Once a network incident occurs, the system starts a multi-stage network incident impact evaluation sequence:
- First, it uses intelligent event correlation and root cause analysis algorithms to indicate a single point of failure.
- Next, the system masks and suppresses all non-root failure events, effectively decreasing a number of operator-level alarms to one main alert.
- Then the system finds all affected services, i.e. services which paths go through the root failure point. If service paths are dynamic, the system applies the network topology knowledge to figure out how they are switched/routed at the moment.
- At the next step, every affected service is analyzed to figure out whether any alternative routes are available. That's necessary to distinguish between complete service failures and partial degradations caused by switching to failover routes.

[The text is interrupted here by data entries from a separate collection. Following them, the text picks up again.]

#[test]
fn bad_elicitation_input_gets_one_clear_message() {
    let fit = ["fit", "--family", "beta-binomial"];
    let with = |extra: &[&'static str]| -> Vec<&'static str> {
        fit.iter().copied().chain(extra.iter().copied()).collect()
    };
    fails_with(&with(&[]), "fit needs judgments");
    fails_with(
        &with(&["--quantile", "0.5:0.3", "--quantile", "0.9:0.2"]),
        "judgments 2 and 1 are not increasing",
    );
    fails_with(
        &with(&["--quantile", "0.5:0.3", "--quantile", "1.2:0.5"]),
        "judgment 2: probability 1.2 must lie strictly between 0 and 1",
    );
    fails_with(
        &with(&["--quantile", "0.5:1.3", "--quantile", "0.9:0.5"]),
        "judgment 1: value 1.3 for theta must be inside",
    );
    fails_with(
        &with(&["--quantile", "0.5"]),
        "--quantile 1: '0.5' is not of the form [NAME:]P:VALUE",
    );
    fails_with(
        &with(&["--quantile", "0.5:x"]),
        "--quantile 1 value = 'x' is not a number",
    );
    fails_with(
        &with(&[
            "--quantile",
            "0.5:0.3",
            "--mode",
            "0.2",
            "--interval",
            "0.1:0.4:0.9",
        ]),
        "give one fitting method per call",
    );
    fails_with(
        &with(&["--mode", "0.2"]),
        "--mode and --interval go together",
    );
    fails_with(
        &with(&["--mode", "0.5", "--interval", "0.1:0.4:0.9"]),
        "the mode 0.5 must lie inside the interval",
    );
    fails_with(
        &with(&["--bins", "0,0.5,1", "--chips", "1"]),
        "3 bin edges need 2 chip counts; got 1",
    );
    fails_with(
        &with(&["--bins", "0,0.5,0.4", "--chips", "1,1"]),
        "bin edges must increase: 0.5 then 0.4",
    );
    fails_with(
        &with(&[
            "--mean",
            "0.2",
            "--imagined",
            "successes=10,trials=20,estimate=0.2",
        ]),
        "does not move",
    );
    fails_with(
        &with(&[
            "--mean",
            "0.2",
            "--imagined",
            "succeses=10,trials=20,estimate=0.3",
        ]),
        "unknown key 'succeses'",
    );
    fails_with(
        &[
            "describe",
            "--family",
            "beta-binomial",
            "--component",
            "0.5:alpha=2,beta=8",
            "--component",
            "0.4:alpha=8,beta=2",
        ],
        "mixture weights must sum to 1; they sum to 0.9",
    );
    fails_with(
        &[
            "describe",
            "--family",
            "beta-binomial",
            "--prior",
            "alpha=2,beta=8",
            "--component",
            "1:alpha=2,beta=8",
        ],
        "give either --prior or --component, not both",
    );
    fails_with(
        &[
            "describe",
            "--family",
            "beta-binomial",
            "--component",
            "alpha=2,beta=8",
        ],
        "is not of the form WEIGHT:key=value",
    );
    fails_with(
        &[
            "describe",
            "--family",
            "beta-binomial",
            "--component",
            "1:alpha=2,beta=8",
            "--pool",
            "geometric",
        ],
        "--pool = 'geometric' is not a pooling method; use linear or log",
    );
    fails_with(
        &[
            "describe",
            "--family",
            "beta-binomial",
            "--prior",
            "alpha=2,beta=8",
            "--robust",
            "1.5",
        ],
        "--robust = 1.5 is not allowed",
    );
}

- The overall incident impact is now evaluated based on the number of services affected, their importance, and degradation ratio.
- Finally, the initial alert's severity is updated according to its service impact. This happens right before the alert is routed to ITSM/Service Desk for further processing.

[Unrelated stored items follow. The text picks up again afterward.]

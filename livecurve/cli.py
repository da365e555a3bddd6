"""Command line: argument parsing only; each verb calls one function of the package.

Adding a verb: write ``_verb_NAME(sub)`` that calls :func:`add_verb` (help line, example
epilog) and adds its arguments (each with a help text giving its unit and an example), then
append it to :data:`VERBS`.  Every verb that writes files takes ``--force``; without it an
existing output is refused with exit 3 and left untouched.

Exit status: 0 done, 2 bad input (chain file, argument, media, device), 3 an output could
not be written, 128 + N when signal N (SIGINT 2, SIGHUP 1, SIGTERM 15) stopped the run —
temporary files are removed first.
"""

from __future__ import annotations

import argparse
import signal
import sys
import textwrap

from livecurve import __version__
from livecurve.errors import LivecurveError, OutputInterrupted, Stopped

#: Sweep points accepted by ``curve`` and ``export`` (a curve needs two ends; the upper bound
#: keeps a deck and a CSV to a size people open).
POINTS_RANGE = (2, 100_000)


# ---- argument types (argparse reports their errors with exit 2) ------------------------------
def _int_in(lo: int, hi: int, what: str):
    def conv(text: str) -> int:
        try:
            v = int(text)
        except ValueError:
            raise argparse.ArgumentTypeError(f"{what} must be a whole number {lo}…{hi}, got "
                                             f"{text!r}") from None
        if not lo <= v <= hi:
            raise argparse.ArgumentTypeError(f"{what} must be {lo}…{hi}, got {text!r}")
        return v
    conv.__name__ = what
    return conv


def _seconds(text: str) -> float:
    import math
    try:
        v = float(text)
    except ValueError:
        raise argparse.ArgumentTypeError(f"expected seconds, e.g. 2.5; got {text!r}") from None
    if not math.isfinite(v) or v < 0:
        raise argparse.ArgumentTypeError(f"seconds must be 0 or more, got {text!r}")
    return v


def _positive(text: str) -> float:
    import math
    try:
        v = float(text)
    except ValueError:
        raise argparse.ArgumentTypeError(f"expected a number, e.g. 60; got {text!r}") from None
    if not (math.isfinite(v) and v > 0):
        raise argparse.ArgumentTypeError(f"must be a number above 0, got {text!r}")
    return v


# ---- helpers the verbs share -------------------------------------------------------------------
def _chain(path):
    from livecurve.config.chainfile import load_chain
    return load_chain(path)


def _temp(args):
    from livecurve.units import parse_temperature_k
    return None if args.temp_c is None else parse_temperature_k(args.temp_c, key="--temp-c")


def _live(spec, args):
    """Knob values from ``--set NAME=VALUE`` options (checked against the knob's range)."""
    from livecurve.errors import ConfigError
    from livecurve.units import format_value, parse_value
    out = {}
    for item in getattr(args, "set", None) or []:
        if "=" not in item:
            raise ConfigError("expected NAME=VALUE", key="--set", value=item)
        name, val = item.split("=", 1)
        if name not in spec.live:
            raise ConfigError(f"no live parameter '{name}'; live: "
                              f"{', '.join(spec.live) or 'none'}", key="--set", value=item)
        ls = spec.live[name]
        v = parse_value(val, ls.unit, key=f"--set {name}")
        if not ls.lo <= v <= ls.hi:
            raise ConfigError(f"outside {format_value(ls.lo, ls.unit)} … "
                              f"{format_value(ls.hi, ls.unit)}", key=f"--set {name}", value=val)
        out[name] = v
    return out or None


def _outputs_free(*paths, force: bool) -> None:
    """Refuse (exit 3) before any work when one of the outputs exists without --force."""
    from livecurve.media.atomic import check_target
    for p in paths:
        if p:
            check_target(p, force=force)


# ---- the verbs ----------------------------------------------------------------------------------
def cmd_check(args) -> int:
    from livecurve.analysis.summary import chain_summary
    from livecurve.engine.pipeline import FrameEngine
    spec = _chain(args.chain)
    eng = FrameEngine(spec)
    print(chain_summary(spec, eng))
    return 0


def cmd_curve(args) -> int:
    from livecurve.outputs import curves
    if not (args.csv or args.png):
        raise LivecurveError("curve: give --csv OUT.csv and/or --png OUT.png")
    _outputs_free(args.csv, args.png, force=args.force)
    spec = _chain(args.chain)
    if args.step:
        from livecurve.outputs.steps import write_steps
        write_steps(spec, csv=args.csv, png=args.png, force=args.force)
        return 0
    t_kelvin, live = _temp(args), _live(spec, args)
    vin, vout = curves.curves(spec, points=args.points, t_kelvin=t_kelvin, live=live)
    if args.csv:
        curves.write_curve_csv(args.csv, vin, vout, force=args.force)
        print(f"wrote {args.csv} ({len(vin)} points)")
    if args.png:
        curves.write_curve_png(args.png, vin, vout, spec, t_kelvin=t_kelvin, live=live,
                               force=args.force)
        print(f"wrote {args.png}")
    return 0


def cmd_export(args) -> int:
    if not (args.spice or args.clf):
        raise LivecurveError("export: give --spice OUT.cir and/or --clf OUT.clf")
    _outputs_free(args.spice, args.clf, force=args.force)
    spec = _chain(args.chain)
    if args.spice:
        from livecurve.outputs.curves import write_spice
        write_spice(args.spice, spec, t_kelvin=_temp(args), live=_live(spec, args),
                    points=args.points, force=args.force)
        print(f"wrote {args.spice}")
    if args.clf:
        from livecurve.outputs.clf import write_clf
        write_clf(args.clf, spec, t_kelvin=_temp(args), live=_live(spec, args),
                  force=args.force)
        print(f"wrote {args.clf}")
    return 0


def cmd_render(args) -> int:
    from livecurve.outputs.render import render
    spec = _chain(args.chain)
    rep = render(spec, args.source, args.output, start_s=args.start, duration_s=args.duration,
                 codec=args.codec, side_by_side=args.side_by_side, force=args.force,
                 exact=args.exact, controls=args.control, progress=not args.quiet,
                 t_kelvin=_temp(args), drift=args.drift)
    print(f"wrote {rep.output}: {rep.frames} frames in {rep.seconds:.1f} s "
          f"({rep.fps:.1f} fps); table bound {rep.table_bound_v * 1e3:.3f} mV")
    if rep.flash:
        ok = rep.flash.startswith("flash check: ok")
        print(rep.flash, file=sys.stdout if ok else sys.stderr)
    return 0


def cmd_demo(args) -> int:
    from livecurve.outputs.demo import run_demo
    run_demo(args.out, force=args.force, quick=args.quick)
    return 0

IT service registry is normally maintained in a third-party OSS/BSS system that includes billing, CRM and other modules. AggreGate Platform is flexible enough to retrieve the structured service data from the inventory system using SOAP, CORBA, HTTP/REST, SQL or any custom API. However, it's possible to set up and keep the IT service registry within AggreGate Network Manager. In this case, service descriptors will be stored in the server database.